Virology and Cell Technology Research Team, National Center for Genetic Engineering and Biotechnology (BIOTEC), National Science and Technology Development Agency (NSTDA), Pathumthani, Thailand.
Interdisciplinary Program in Genetic Engineering and Bioinformatics, Graduate School, Kasetsart University, Bangkok, Thailand.
Front Cell Infect Microbiol. 2023 Aug 25;13:1215205. doi: 10.3389/fcimb.2023.1215205. eCollection 2023.
Rabies is a highly fatal infectious disease that poses a significant threat to human health in developing countries. In vitro study-based understanding of pathogenesis and tropism of different strains of rabies virus (RABV) in the central nervous system (CNS) is limited due to the lack of suitable culture models that recapitulate the complex communication pathways among host cells, extracellular matrices, and viruses. Therefore, a three-dimensional (3D) cell culture that mimics cell-matrix interactions, resembling in vivo microenvironment, is necessary to discover relevant underlying mechanisms of RABV infection and host responses.
The 3D collagen-Matrigel hydrogel encapsulating hiPSC-derived neurons for RABV infection was developed and characterized based on cell viability, morphology, and gene expression analysis of neuronal markers. The replication kinetics of two different strains of RABV [wild-type Thai (TH) and Challenge Virus Standard (CVS)-11 strains] in both 2D and 3D neuronal cultures were examined. Differential gene expression analysis (DEG) of the neuropathological pathway of RABV-infected 2D and 3D models was also investigated via NanoString analysis.

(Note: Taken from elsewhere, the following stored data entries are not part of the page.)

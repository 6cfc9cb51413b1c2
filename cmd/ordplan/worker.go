package main

import (
	"context"
	"fmt"
	"io"
	"os"
	"os/signal"
	"runtime"
	"syscall"
	"time"

	"ordplan/plan"
	"ordplan/runner"
	"ordplan/runner/queue"
)

const workerUsage = "usage: ordplan worker --queue nats://HOST:PORT [--cache DIR] [--jobs N] [--ack-wait 30s] [--name NAME] [--quiet]"

// cmdWorker pulls fits from the queue until interrupted.
func cmdWorker(args []string, stdout, stderr io.Writer) int {
	return runWorker(args, stdout, stderr, 0)
}

// runWorker is cmdWorker holding each job it takes for hold before
// computing it (the tests kill a worker while it holds one).
func runWorker(args []string, stdout, stderr io.Writer, hold time.Duration) int {
	fs := newFlags("worker", stderr)
	url := fs.String("queue", "", "NATS URL of a JetStream server, e.g. nats://127.0.0.1:4222 (required)")
	cache := fs.String("cache", "", "folder for data files fetched by hash (default: the user cache folder, ordplan/data)")
	jobs := fs.Int("jobs", runtime.GOMAXPROCS(0), "jobs computed at once")
	ackWait := fs.Duration("ack-wait", queue.DefaultAckWait, "a job not acknowledged for this long goes to another worker")
	name := fs.String("name", "", "name in replies and logs (default: host-pid)")
	quiet := fs.Bool("quiet", false, "no line per job")
	if stop, code := parseFlags(fs, args); stop {
		return code
	}
	if fs.NArg() > 0 {
		fmt.Fprintf(stderr, "ordplan worker: unexpected argument %q\n%s\n", fs.Arg(0), workerUsage)
		return exitUsage
	}
	if *url == "" {
		fmt.Fprintf(stderr, "ordplan worker: --queue is required\n%s\n", workerUsage)
		return exitUsage
	}
	if *jobs < 1 {
		fmt.Fprintf(stderr, "ordplan worker: --jobs must be at least 1, not %d\n", *jobs)
		return exitUsage
	}
	if *ackWait < 100*time.Millisecond {
		fmt.Fprintf(stderr, "ordplan worker: --ack-wait must be at least 100ms, not %s\n", *ackWait)
		return exitUsage
	}
	if *cache == "" {
		dir, err := queue.DefaultCacheDir()
		if err != nil {
			return fail(stderr, fmt.Errorf("no cache folder (give --cache DIR): %v", err))
		}
		*cache = dir
	}
	if *name == "" {
		host, _ := os.Hostname()
		*name = fmt.Sprintf("%s-%d", host, os.Getpid())
	}
	ctx, stop := signal.NotifyContext(context.Background(), os.Interrupt, syscall.SIGTERM)
	defer stop()
	c, err := queue.Connect(ctx, *url, "ordplan worker "+*name)
	if err != nil {
		return fail(stderr, err)
	}
	defer c.Close()
	w := &queue.Worker{Client: c, Name: *name, CacheDir: *cache, Jobs: *jobs, AckWait: *ackWait, Delay: hold}
	if !*quiet {
		w.Log = stderr
	}
	if err := w.Run(ctx); err != nil {
		return fail(stderr, err)
	}
	return exitOK
}

// runPlan runs the plan here, or, with a queue URL, sends its fits to the
// workers of that queue; the results are the same.
func runPlan(p *plan.Plan, opt runner.Options, queueURL string, log io.Writer) (*runner.Result, error) {
	if queueURL == "" {
		return runner.Run(p, opt)
	}
	ctx, stop := signal.NotifyContext(context.Background(), os.Interrupt, syscall.SIGTERM)
	defer stop()
	c, err := queue.Connect(ctx, queueURL, "ordplan run "+p.Path)
	if err != nil {
		return nil, err
	}
	defer c.Close()
	co := queue.NewCoordinator(ctx, c, p.Hash, log)
	if _, err := co.AddData(p.Data.Path); err != nil {
		return nil, fmt.Errorf("%s: data.file: %v", p.Path, err)
	}
	opt.Executor = co
	res, err := runner.Run(p, opt)
	if err == nil {
		err = co.Err()
	}
	return res, err
}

The 3D hiPSC-derived neurons revealed a more physiologically interconnected neuronal network as well as more robust and prolonged maturation and differentiation than the conventional 2D monolayer model. TH and CVS-11 exhibited distinct growth kinetics in 3D neuronal model. Additionally, gene expression analysis of the neuropathological pathway observed during RABV infection demonstrated a vast number of differentially expressed genes (DEGs) in 3D model. Unlike 2D neuronal model, 3D model displayed more pronounced cellular responses upon infection with CVS-11 when compared to the TH-infected group, highlighting the influence of the cell environment on RABV-host interactions. Gene ontology (GO) enrichment of DEGs in the infected 3D neuronal culture showed alterations of genes associated with the inflammatory response, apoptotic signaling pathway, glutamatergic synapse, and trans-synaptic signaling which did not significantly change in 2D culture.
We demonstrated the use of a hydrogel-based 3D hiPSC-derived neuronal model, a highly promising technology, to study RABV infection in a more physiological environment, which will broaden our understanding of RABV-host interactions in the CNS.
狂犬病是一种具有高致死率的传染病,对发展中国家的人类健康构成重大威胁。由于缺乏能够重现宿主细胞、细胞外基质和病毒之间复杂通讯途径的合适培养模型,因此基于体外研究的对不同株狂犬病病毒(RABV)在中枢神经系统(CNS)中的发病机制和嗜性的理解受到限制。因此,需要一种模拟细胞-基质相互作用的三维(3D)细胞培养物,以重现体内微环境,从而发现 RABV 感染和宿主反应的相关潜在机制。
基于神经元标志物的细胞活力、形态和基因表达分析,开发并表征了用于 RABV 感染的 3D 胶原-Matrigel 水凝胶包封的 hiPSC 衍生神经元。在 2D 和 3D 神经元培养物中检查了两种不同株 RABV(野生型泰国(TH)和挑战病毒标准(CVS)-11 株)的复制动力学。还通过 NanoString 分析研究了 RABV 感染的 2D 和 3D 模型中神经病理学途径的差异基因表达分析(DEG)。
3D hiPSC 衍生神经元显示出更具生理相关性的神经元网络,并且比传统的 2D 单层模型具有更健壮和更长时间的成熟和分化。TH 和 CVS-11 在 3D 神经元模型中表现出不同的生长动力学。此外,RABV 感染期间观察到的神经病理学途径的基因表达分析表明,在 3D 模型中存在大量差异表达基因(DEG)。与 2D 神经元模型不同,与 TH 感染组相比,3D 模型在感染 CVS-11 时显示出更明显的细胞反应,突出了细胞环境对 RABV-宿主相互作用的影响。感染的 3D 神经元培养物中 DEG 的基因本体论(GO)富集显示,与炎症反应、凋亡信号通路、谷氨酸能突触和突触间信号转导相关的基因发生改变,而这些基因在 2D 培养物中没有显著变化。
我们展示了使用基于水凝胶的 3D hiPSC 衍生神经元模型,这是一种很有前途的技术,可在更生理的环境中研究 RABV 感染,从而加深我们对 CNS 中 RABV-宿主相互作用的理解。